====== Data section ======
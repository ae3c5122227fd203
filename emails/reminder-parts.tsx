import { Button, Link, Section, Text } from "@react-email/components";
import type { CSSProperties } from "react";
import { formatCalendarDate, formatLongCalendarDate } from "../app/components/calendar-date";
import { emailColours } from "./email-layout";

/** One reminder as an e-mail shows it: what, which date, why now, and where to act. */
export type ReminderLine = {
  title: string;
  kind: "exam" | "checklist" | "credential";
  /** "due" for work not done, "valid-through" for a card or a met requirement. */
  dateMeaning: "due" | "valid-through";
  dueOn: string;
  /** Days from today to `dueOn`; negative once past. */
  daysLeft: number;
  lapsed: boolean;
  /** Why this e-mail came, e.g. "30 days before". */
  thresholdWords: string;
  /** Absolute address of what to do. */
  actionUrl: string;
  actionLabel: string;
};

export const reminderStyles = {
  heading: { color: emailColours.ink, fontSize: "22px", fontWeight: 700, margin: "0 0 16px" },
  text: { color: emailColours.ink, fontSize: "16px", lineHeight: "24px", margin: "0 0 14px" },
  small: { color: emailColours.ink, fontSize: "14px", lineHeight: "20px", margin: "0 0 10px" },
  item: { borderTop: `1px solid ${emailColours.rule}`, padding: "12px 0 4px" },
  itemTitle: { color: emailColours.ink, fontSize: "17px", fontWeight: 700, lineHeight: "24px", margin: "0 0 4px" },
  button: {
    backgroundColor: emailColours.sea,
    borderRadius: "6px",
    color: "#FFFFFF",
    fontSize: "16px",
    fontWeight: 600,
    padding: "12px 20px",
    textDecoration: "none",
  },
  link: { color: emailColours.sea, textDecoration: "underline" },
} satisfies Record<string, CSSProperties>;

function days(n: number): string {
  return n === 1 ? "1 day" : `${n} days`;
}

/** "due on Thursday 10 December 2026 (in 8 days)", "valid through … (lapsed 2 days ago)". */
export function whenText(line: Pick<ReminderLine, "dateMeaning" | "dueOn" | "daysLeft" | "lapsed">): string {
  const date = formatLongCalendarDate(line.dueOn);
  const verb = line.dateMeaning === "due" ? (line.lapsed ? "was due on" : "is due on") : line.lapsed ? "was valid through" : "is valid through";
  const left = line.daysLeft > 0 ? `in ${days(line.daysLeft)}` : line.daysLeft === 0 ? "today" : `${days(-line.daysLeft)} ago`;
  return `${verb} ${date} (${left})`;
}

/** A one-line subject for a single reminder. */
export function reminderSubject(line: Pick<ReminderLine, "title" | "dateMeaning" | "dueOn" | "lapsed">): string {
  const date = formatCalendarDate(line.dueOn);
  if (line.lapsed) return `Lapsed: ${line.title} — ${line.dateMeaning === "due" ? "was due" : "valid through"} ${date}`;
  return `Reminder: ${line.title} — ${line.dateMeaning === "due" ? "due" : "valid through"} ${date}`;
}

export function ReminderItem({ line, withButton }: { line: ReminderLine; withButton: boolean }) {
  return (
    <Section style={reminderStyles.item}>
      <Text style={reminderStyles.itemTitle}>{line.title}</Text>
      <Text style={reminderStyles.small}>{`${line.lapsed ? "Lapsed: it" : "It"} ${whenText(line)}.`}</Text>
      <Text style={reminderStyles.small}>{`Why now: your organisation reminds you ${line.thresholdWords}.`}</Text>
      {withButton ? (
        <Button href={line.actionUrl} style={reminderStyles.button}>
          {line.actionLabel}
        </Button>
      ) : (
        <Text style={reminderStyles.small}>
          <Link href={line.actionUrl} style={reminderStyles.link}>
            {line.actionLabel}
          </Link>
        </Text>
      )}
    </Section>
  );
}

/** The closing lines every reminder e-mail shares: where the plan is, and how to change the choice. */
export function ReminderFooter({ planUrl, choiceUrl, orgName }: { planUrl: string; choiceUrl: string; orgName: string }) {
  return (
    <>
      <Text style={{ ...reminderStyles.small, marginTop: "20px" }}>
        {`Everything you owe, soonest first, is on My plan: ${planUrl}`}
      </Text>
      <Text style={reminderStyles.small}>
        {`${orgName} sends these reminders from Tidemark. To get one daily digest instead of separate e-mails (or back), choose here: ${choiceUrl}`}
      </Text>
    </>
  );
}
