import { Heading, Text } from "@react-email/components";
import { EmailLayout } from "./email-layout";
import { ReminderFooter, ReminderItem, reminderStyles, reminderSubject, whenText, type ReminderLine } from "./reminder-parts";

export type ReminderEmailProps = {
  personName: string;
  orgName: string;
  line: ReminderLine;
  planUrl: string;
  choiceUrl: string;
};

/** One reminder, its own e-mail: the requirement, its date, why it came now, and what to do. */
export function reminderEmailSubject(props: Pick<ReminderEmailProps, "line">): string {
  return reminderSubject(props.line);
}

export default function ReminderEmail({ personName, orgName, line, planUrl, choiceUrl }: ReminderEmailProps) {
  return (
    <EmailLayout preview={`${line.title} ${whenText(line)}.`}>
      <Heading as="h1" style={reminderStyles.heading}>
        {line.lapsed ? `${line.title} has lapsed` : `${line.title} is coming up`}
      </Heading>
      <Text style={reminderStyles.text}>{`Hello ${personName},`}</Text>
      <ReminderItem line={line} withButton />
      <ReminderFooter planUrl={planUrl} choiceUrl={choiceUrl} orgName={orgName} />
    </EmailLayout>
  );
}
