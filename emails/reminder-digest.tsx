import { Heading, Text } from "@react-email/components";
import { formatLongCalendarDate } from "../app/components/calendar-date";
import { EmailLayout } from "./email-layout";
import { ReminderFooter, ReminderItem, reminderStyles, type ReminderLine } from "./reminder-parts";

export type ReminderDigestEmailProps = {
  personName: string;
  orgName: string;
  /** The organisation's calendar date of the digest. */
  today: string;
  lines: ReminderLine[];
  planUrl: string;
  choiceUrl: string;
};

/** The daily digest for a person who chose one e-mail a day: every reminder due today, lapsed first. */
export function reminderDigestSubject({ lines, today }: Pick<ReminderDigestEmailProps, "lines" | "today">): string {
  const lapsed = lines.filter((l) => l.lapsed).length;
  const count = lines.length === 1 ? "1 reminder" : `${lines.length} reminders`;
  return `Your Tidemark reminders for ${formatLongCalendarDate(today)}: ${count}${lapsed > 0 ? `, ${lapsed} lapsed` : ""}`;
}

export default function ReminderDigestEmail({ personName, orgName, today, lines, planUrl, choiceUrl }: ReminderDigestEmailProps) {
  const ordered = [...lines].sort((a, b) => Number(b.lapsed) - Number(a.lapsed) || a.daysLeft - b.daysLeft);
  return (
    <EmailLayout preview={`${lines.length} reminder${lines.length === 1 ? "" : "s"} from ${orgName}.`}>
      <Heading as="h1" style={reminderStyles.heading}>
        Your reminders for {formatLongCalendarDate(today)}
      </Heading>
      <Text style={reminderStyles.text}>{`Hello ${personName},`}</Text>
      <Text style={reminderStyles.text}>You chose one daily digest instead of separate e-mails. Today it holds:</Text>
      {ordered.map((line) => (
        <ReminderItem key={`${line.title}-${line.dueOn}`} line={line} withButton={false} />
      ))}
      <ReminderFooter planUrl={planUrl} choiceUrl={choiceUrl} orgName={orgName} />
    </EmailLayout>
  );
}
======
### Work required
All entries above should be duplicated exactly, none omitted.

### Your response
repository ae3c5122227fd203
filename emails/reminder-parts.tsx
import { Button, Link, Section, Text } from "@react-email/components";
import type { CSSProperties } from "react";
import { formatCalendarDate, formatLongCalendarDate } from "../app/components/calendar-date";
import { emailColours } from "./email-layout";

/** One reminder as an e-mail shows it: what, which date, why now, and where to act. */
export type ReminderLine = {
  title: string;
  kind: "exam" | "checklist" | "credential";
  /** "due" for work not done, "valid-through" for a card or a met requirement. */
  dateMeaning: "due" | "valid-through";
  dueOn: string;
  /** Days from today to `dueOn`; negative once past. */
  daysLeft: number;
  lapsed: boolean;
  /** Why this e-mail came, e.g. "30 days before". */
  thresholdWords: string;
  /** Absolute address of what to do. */
  actionUrl: string;
  actionLabel: string;
};

export const reminderStyles = {
  heading: { color: emailColours.ink, fontSize: "22px", fontWeight: 700, margin: "0 0 16px" },
  text: { color: emailColours.ink, fontSize: "16px", lineHeight: "24px", margin: "0 0 14px" },
  small: { color: emailColours.ink, fontSize: "14px", lineHeight: "20px", margin: "0 0 10px" },
  item: { borderTop: `1px solid ${emailColours.rule}`, padding: "12px 0 4px" },
  itemTitle: { color: emailColours.ink, fontSize: "17px", fontWeight: 700, lineHeight: "24px", margin: "0 0 4px" },
  button: {
    backgroundColor: emailColours.sea,
    borderRadius: "6px",
    color: "#FFFFFF",
    fontSize: "16px",
    fontWeight: 600,
    padding: "12px 20px",
    textDecoration: "none",
  },
  link: { color: emailColours.sea, textDecoration: "underline" },
} satisfies Record<string, CSSProperties>;

function days(n: number): string {
  return n === 1 ? "1 day" : `${n} days`;
}

/** "due on Thursday 10 December 2026 (in 8 days)", "valid through … (lapsed 2 days ago)". */
export function whenText(line: Pick<ReminderLine, "dateMeaning" | "dueOn" | "daysLeft" | "lapsed">): string {
  const date = formatLongCalendarDate(line.dueOn);
  const verb = line.dateMeaning === "due" ? (line.lapsed ? "was due on" : "is due on") : line.lapsed ? "was valid through" : "is valid through";
  const left = line.daysLeft > 0 ? `in ${days(line.daysLeft)}` : line.daysLeft === 0 ? "today" : `${days(-line.daysLeft)} ago`;
  return `${verb} ${date} (${left})`;
}

/** A one-line subject for a single reminder. */
export function reminderSubject(line: Pick<ReminderLine, "title" | "dateMeaning" | "dueOn" | "lapsed">): string {
  const date = formatCalendarDate(line.dueOn);
  if (line.lapsed) return `Lapsed: ${line.title} — ${line.dateMeaning === "due" ? "was due" : "valid through"} ${date}`;
  return `Reminder: ${line.title} — ${line.dateMeaning === "due" ? "due" : "valid through"} ${date}`;
}

export function ReminderItem({ line, withButton }: { line: ReminderLine; withButton: boolean }) {
  return (
    <Section style={reminderStyles.item}>
      <Text style={reminderStyles.itemTitle}>{line.title}</Text>
      <Text style={reminderStyles.small}>{`${line.lapsed ? "Lapsed: it" : "It"} ${whenText(line)}.`}</Text>
      <Text style={reminderStyles.small}>{`Why now: your organisation reminds you ${line.thresholdWords}.`}</Text>
      {withButton ? (
        <Button href={line.actionUrl} style={reminderStyles.button}>
          {line.actionLabel}
        </Button>
      ) : (
        <Text style={reminderStyles.small}>
          <Link href={line.actionUrl} style={reminderStyles.link}>
            {line.actionLabel}
          </Link>
        </Text>
      )}
    </Section>
  );
}

/** The closing lines every reminder e-mail shares: where the plan is, and how to change the choice. */
export function ReminderFooter({ planUrl, choiceUrl, orgName }: { planUrl: string; choiceUrl: string; orgName: string }) {
  return (
    <>
      <Text style={{ ...reminderStyles.small, marginTop: "20px" }}>
        {`Everything you owe, soonest first, is on My plan: ${planUrl}`}
      </Text>
      <Text style={reminderStyles.small}>
        {`${orgName} sends these reminders from Tidemark. To get one daily digest instead of separate e-mails (or back), choose here: ${choiceUrl}`}
      </Text>
    </>
  );
}
import { Heading, Text } from "@react-email/components";
import { EmailLayout } from "./email-layout";
import { ReminderFooter, ReminderItem, reminderStyles, reminderSubject, whenText, type ReminderLine } from "./reminder-parts";

export type ReminderEmailProps = {
  personName: string;
  orgName: string;
  line: ReminderLine;
  planUrl: string;
  choiceUrl: string;
};

/** One reminder, its own e-mail: the requirement, its date, why it came now, and what to do. */
export function reminderEmailSubject(props: Pick<ReminderEmailProps, "line">): string {
  return reminderSubject(props.line);
}

export default function ReminderEmail({ personName, orgName, line, planUrl, choiceUrl }: ReminderEmailProps) {
  return (
    <EmailLayout preview={`${line.title} ${whenText(line)}.`}>
      <Heading as="h1" style={reminderStyles.heading}>
        {line.lapsed ? `${line.title} has lapsed` : `${line.title} is coming up`}
      </Heading>
      <Text style={reminderStyles.text}>{`Hello ${personName},`}</Text>
      <ReminderItem line={line} withButton />
      <ReminderFooter planUrl={planUrl} choiceUrl={choiceUrl} orgName={orgName} />
    </EmailLayout>
  );
}
filename emails/reminder-digest.tsx
import { Heading, Text } from "@react-email/components";
import { formatLongCalendarDate } from "../app/components/calendar-date";
import { EmailLayout } from "./email-layout";
import { ReminderFooter, ReminderItem, reminderStyles, type ReminderLine } from "./reminder-parts";

export type ReminderDigestEmailProps = {
  personName: string;
  orgName: string;
  /** The organisation's calendar date of the digest. */
  today: string;
  lines: ReminderLine[];
  planUrl: string;
  choiceUrl: string;
};

/** The daily digest for a person who chose one e-mail a day: every reminder due today, lapsed first. */
export function reminderDigestSubject({ lines, today }: Pick<ReminderDigestEmailProps, "lines" | "today">): string {
  const lapsed = lines.filter((l) => l.lapsed).length;
  const count = lines.length === 1 ? "1 reminder" : `${lines.length} reminders`;
  return `Your Tidemark reminders for ${formatLongCalendarDate(today)}: ${count}${lapsed > 0 ? `, ${lapsed} lapsed` : ""}`;
}

export default function ReminderDigestEmail({ personName, orgName, today, lines, planUrl, choiceUrl }: ReminderDigestEmailProps) {
  const ordered = [...lines].sort((a, b) => Number(b.lapsed) - Number(a.lapsed) || a.daysLeft - b.daysLeft);
  return (
    <EmailLayout preview={`${lines.length} reminder${lines.length === 1 ? "" : "s"} from ${orgName}.`}>
      <Heading as="h1" style={reminderStyles.heading}>
        Your reminders for {formatLongCalendarDate(today)}
      </Heading>
      <Text style={reminderStyles.text}>{`Hello ${personName},`}</Text>
      <Text style={reminderStyles.text}>You chose one daily digest instead of separate e-mails. Today it holds:</Text>
      {ordered.map((line) => (
        <ReminderItem key={`${line.title}-${line.dueOn}`} line={line} withButton={false} />
      ))}
      <ReminderFooter planUrl={planUrl} choiceUrl={choiceUrl} orgName={orgName} />
    </EmailLayout>
  );
}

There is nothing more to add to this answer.